Problem requirements:
One figure is wanted here: how many lines in the entries hold the word "stock".

Stored data:
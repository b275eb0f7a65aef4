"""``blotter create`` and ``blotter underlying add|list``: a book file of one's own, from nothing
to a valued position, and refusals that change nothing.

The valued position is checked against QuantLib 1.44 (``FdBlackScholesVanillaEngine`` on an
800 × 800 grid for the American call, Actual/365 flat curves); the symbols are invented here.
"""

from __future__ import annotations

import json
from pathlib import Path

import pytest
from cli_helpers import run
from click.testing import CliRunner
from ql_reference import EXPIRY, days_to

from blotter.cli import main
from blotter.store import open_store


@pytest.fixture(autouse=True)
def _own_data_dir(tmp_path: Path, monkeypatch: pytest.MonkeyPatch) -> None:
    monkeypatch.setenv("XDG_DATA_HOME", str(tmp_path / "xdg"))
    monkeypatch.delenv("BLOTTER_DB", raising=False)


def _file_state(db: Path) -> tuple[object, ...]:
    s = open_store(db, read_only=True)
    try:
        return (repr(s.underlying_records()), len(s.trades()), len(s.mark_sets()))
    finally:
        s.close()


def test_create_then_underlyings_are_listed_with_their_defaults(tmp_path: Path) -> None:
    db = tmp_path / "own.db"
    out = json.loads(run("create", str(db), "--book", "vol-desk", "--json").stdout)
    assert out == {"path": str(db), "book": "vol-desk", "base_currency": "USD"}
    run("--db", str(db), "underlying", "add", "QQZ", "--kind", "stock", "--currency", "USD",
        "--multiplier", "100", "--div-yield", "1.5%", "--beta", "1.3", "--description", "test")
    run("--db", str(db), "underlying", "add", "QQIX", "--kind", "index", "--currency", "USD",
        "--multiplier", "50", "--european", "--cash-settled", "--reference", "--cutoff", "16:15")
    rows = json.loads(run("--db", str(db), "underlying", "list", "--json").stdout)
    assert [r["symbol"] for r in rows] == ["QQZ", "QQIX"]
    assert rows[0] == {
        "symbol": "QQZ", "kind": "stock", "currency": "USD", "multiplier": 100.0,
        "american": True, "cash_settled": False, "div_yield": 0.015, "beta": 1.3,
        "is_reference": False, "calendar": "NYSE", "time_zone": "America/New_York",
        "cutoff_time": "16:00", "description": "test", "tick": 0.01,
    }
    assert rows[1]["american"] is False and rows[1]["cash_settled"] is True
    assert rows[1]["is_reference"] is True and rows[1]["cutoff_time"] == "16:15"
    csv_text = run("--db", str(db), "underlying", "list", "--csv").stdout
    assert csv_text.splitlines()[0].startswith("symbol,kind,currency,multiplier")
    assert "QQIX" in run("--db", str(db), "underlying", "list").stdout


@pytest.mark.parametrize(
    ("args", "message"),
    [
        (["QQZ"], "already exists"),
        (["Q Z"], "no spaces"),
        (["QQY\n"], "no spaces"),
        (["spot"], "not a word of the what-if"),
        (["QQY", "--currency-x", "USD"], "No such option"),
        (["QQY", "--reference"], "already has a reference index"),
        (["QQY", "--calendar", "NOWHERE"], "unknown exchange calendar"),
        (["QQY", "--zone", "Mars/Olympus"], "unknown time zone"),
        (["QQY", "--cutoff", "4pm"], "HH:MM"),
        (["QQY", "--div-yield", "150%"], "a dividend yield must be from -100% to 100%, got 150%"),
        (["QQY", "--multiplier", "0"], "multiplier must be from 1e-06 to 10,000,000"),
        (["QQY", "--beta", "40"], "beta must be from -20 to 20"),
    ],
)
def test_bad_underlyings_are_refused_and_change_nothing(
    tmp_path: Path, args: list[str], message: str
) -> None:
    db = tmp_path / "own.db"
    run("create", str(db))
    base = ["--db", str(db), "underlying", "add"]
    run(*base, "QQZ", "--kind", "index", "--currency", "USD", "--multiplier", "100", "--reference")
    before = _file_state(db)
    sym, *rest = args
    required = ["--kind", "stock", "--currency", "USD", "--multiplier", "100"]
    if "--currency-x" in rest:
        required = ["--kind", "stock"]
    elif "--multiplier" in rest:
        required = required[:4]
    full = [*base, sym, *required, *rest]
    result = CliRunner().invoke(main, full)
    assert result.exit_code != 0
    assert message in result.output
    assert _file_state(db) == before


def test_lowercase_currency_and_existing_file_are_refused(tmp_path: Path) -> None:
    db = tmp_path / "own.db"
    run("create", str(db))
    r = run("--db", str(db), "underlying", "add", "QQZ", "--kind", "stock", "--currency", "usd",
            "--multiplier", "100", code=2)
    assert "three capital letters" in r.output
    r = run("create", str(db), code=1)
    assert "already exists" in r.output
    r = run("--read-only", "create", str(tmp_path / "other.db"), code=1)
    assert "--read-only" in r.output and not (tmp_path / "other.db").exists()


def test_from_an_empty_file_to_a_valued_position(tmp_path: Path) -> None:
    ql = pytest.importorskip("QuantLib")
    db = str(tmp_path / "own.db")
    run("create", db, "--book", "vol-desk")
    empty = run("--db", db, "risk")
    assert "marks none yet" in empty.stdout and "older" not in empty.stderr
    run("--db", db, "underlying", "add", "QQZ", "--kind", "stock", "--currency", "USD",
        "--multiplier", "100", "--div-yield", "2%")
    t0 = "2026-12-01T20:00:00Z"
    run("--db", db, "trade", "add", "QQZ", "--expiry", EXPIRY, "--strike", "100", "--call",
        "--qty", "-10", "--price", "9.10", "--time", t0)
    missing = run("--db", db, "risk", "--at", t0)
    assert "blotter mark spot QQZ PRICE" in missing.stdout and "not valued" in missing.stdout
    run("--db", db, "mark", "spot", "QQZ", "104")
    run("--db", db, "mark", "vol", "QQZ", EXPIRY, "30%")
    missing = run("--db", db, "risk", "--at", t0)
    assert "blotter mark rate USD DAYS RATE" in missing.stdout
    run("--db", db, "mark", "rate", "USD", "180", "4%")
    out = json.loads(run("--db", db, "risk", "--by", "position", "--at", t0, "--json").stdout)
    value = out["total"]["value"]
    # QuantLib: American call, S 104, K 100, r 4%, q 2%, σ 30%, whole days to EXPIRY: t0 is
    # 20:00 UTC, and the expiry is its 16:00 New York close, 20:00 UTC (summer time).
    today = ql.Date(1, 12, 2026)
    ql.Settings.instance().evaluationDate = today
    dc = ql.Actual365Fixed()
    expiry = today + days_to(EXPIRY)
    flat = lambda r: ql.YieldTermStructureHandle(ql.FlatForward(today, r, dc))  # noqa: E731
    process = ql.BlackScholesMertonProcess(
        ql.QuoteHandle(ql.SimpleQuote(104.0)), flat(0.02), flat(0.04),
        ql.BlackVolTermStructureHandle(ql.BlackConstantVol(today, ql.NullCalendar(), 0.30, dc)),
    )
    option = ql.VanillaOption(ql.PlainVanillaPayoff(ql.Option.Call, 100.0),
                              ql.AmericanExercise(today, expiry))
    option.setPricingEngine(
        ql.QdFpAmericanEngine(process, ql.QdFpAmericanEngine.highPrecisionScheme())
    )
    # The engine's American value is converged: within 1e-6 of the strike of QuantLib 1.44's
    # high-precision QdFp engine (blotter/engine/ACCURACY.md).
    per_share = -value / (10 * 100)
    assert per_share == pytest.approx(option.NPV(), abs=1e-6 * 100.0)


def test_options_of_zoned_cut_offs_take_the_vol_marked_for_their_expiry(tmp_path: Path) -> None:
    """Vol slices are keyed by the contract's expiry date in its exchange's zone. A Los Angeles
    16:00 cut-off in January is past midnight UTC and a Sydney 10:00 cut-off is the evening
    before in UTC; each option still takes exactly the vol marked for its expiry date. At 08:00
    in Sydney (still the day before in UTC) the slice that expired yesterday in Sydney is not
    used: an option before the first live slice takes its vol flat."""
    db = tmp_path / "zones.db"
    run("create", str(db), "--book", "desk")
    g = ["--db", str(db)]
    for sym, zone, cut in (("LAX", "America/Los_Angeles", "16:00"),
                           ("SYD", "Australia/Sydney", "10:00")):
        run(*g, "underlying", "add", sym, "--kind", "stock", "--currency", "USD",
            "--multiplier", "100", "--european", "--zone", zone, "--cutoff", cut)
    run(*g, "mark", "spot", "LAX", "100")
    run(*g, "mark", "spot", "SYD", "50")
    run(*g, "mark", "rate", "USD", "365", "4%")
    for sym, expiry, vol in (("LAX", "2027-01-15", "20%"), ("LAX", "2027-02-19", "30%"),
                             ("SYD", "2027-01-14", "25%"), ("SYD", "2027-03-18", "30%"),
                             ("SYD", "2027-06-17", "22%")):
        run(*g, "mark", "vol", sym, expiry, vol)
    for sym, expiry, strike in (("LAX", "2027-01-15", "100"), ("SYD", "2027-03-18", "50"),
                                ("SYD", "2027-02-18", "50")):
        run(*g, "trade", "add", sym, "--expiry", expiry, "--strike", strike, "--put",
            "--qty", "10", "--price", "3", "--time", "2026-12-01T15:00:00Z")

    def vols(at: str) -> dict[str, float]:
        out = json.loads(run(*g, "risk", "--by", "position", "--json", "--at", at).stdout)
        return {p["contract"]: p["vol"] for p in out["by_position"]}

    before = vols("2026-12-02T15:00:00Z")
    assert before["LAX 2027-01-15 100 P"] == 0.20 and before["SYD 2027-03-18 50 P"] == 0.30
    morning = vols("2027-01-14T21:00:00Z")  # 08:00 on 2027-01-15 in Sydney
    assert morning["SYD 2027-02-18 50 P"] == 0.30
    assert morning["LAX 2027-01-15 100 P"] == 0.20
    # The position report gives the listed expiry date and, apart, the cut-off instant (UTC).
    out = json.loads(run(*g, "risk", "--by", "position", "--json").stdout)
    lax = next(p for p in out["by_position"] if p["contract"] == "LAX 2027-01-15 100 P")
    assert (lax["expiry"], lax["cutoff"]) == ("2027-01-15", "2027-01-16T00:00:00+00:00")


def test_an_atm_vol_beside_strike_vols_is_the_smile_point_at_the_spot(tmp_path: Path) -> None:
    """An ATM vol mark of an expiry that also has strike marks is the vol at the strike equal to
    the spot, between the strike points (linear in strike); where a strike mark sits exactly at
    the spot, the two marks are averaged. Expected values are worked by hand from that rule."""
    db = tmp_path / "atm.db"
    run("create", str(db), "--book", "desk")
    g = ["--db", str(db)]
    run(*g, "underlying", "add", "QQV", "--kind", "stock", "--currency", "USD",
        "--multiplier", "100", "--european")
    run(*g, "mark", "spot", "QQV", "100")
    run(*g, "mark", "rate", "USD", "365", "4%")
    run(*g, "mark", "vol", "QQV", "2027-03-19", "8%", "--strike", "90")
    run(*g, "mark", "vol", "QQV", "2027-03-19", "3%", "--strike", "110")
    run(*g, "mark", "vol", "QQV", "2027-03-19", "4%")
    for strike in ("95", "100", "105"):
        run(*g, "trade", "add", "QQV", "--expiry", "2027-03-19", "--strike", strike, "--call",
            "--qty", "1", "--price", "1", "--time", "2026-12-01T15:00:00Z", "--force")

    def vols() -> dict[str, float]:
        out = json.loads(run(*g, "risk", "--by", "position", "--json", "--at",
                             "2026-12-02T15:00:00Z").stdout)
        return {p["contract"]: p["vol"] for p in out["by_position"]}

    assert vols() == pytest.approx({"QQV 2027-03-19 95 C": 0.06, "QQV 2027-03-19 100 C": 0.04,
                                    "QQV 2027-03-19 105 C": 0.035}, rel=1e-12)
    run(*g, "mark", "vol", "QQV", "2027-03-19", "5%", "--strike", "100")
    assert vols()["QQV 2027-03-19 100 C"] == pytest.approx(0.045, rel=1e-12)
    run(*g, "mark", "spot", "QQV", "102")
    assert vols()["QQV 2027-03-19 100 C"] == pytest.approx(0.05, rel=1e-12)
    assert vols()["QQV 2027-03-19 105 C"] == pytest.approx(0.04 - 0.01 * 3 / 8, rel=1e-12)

Output:
8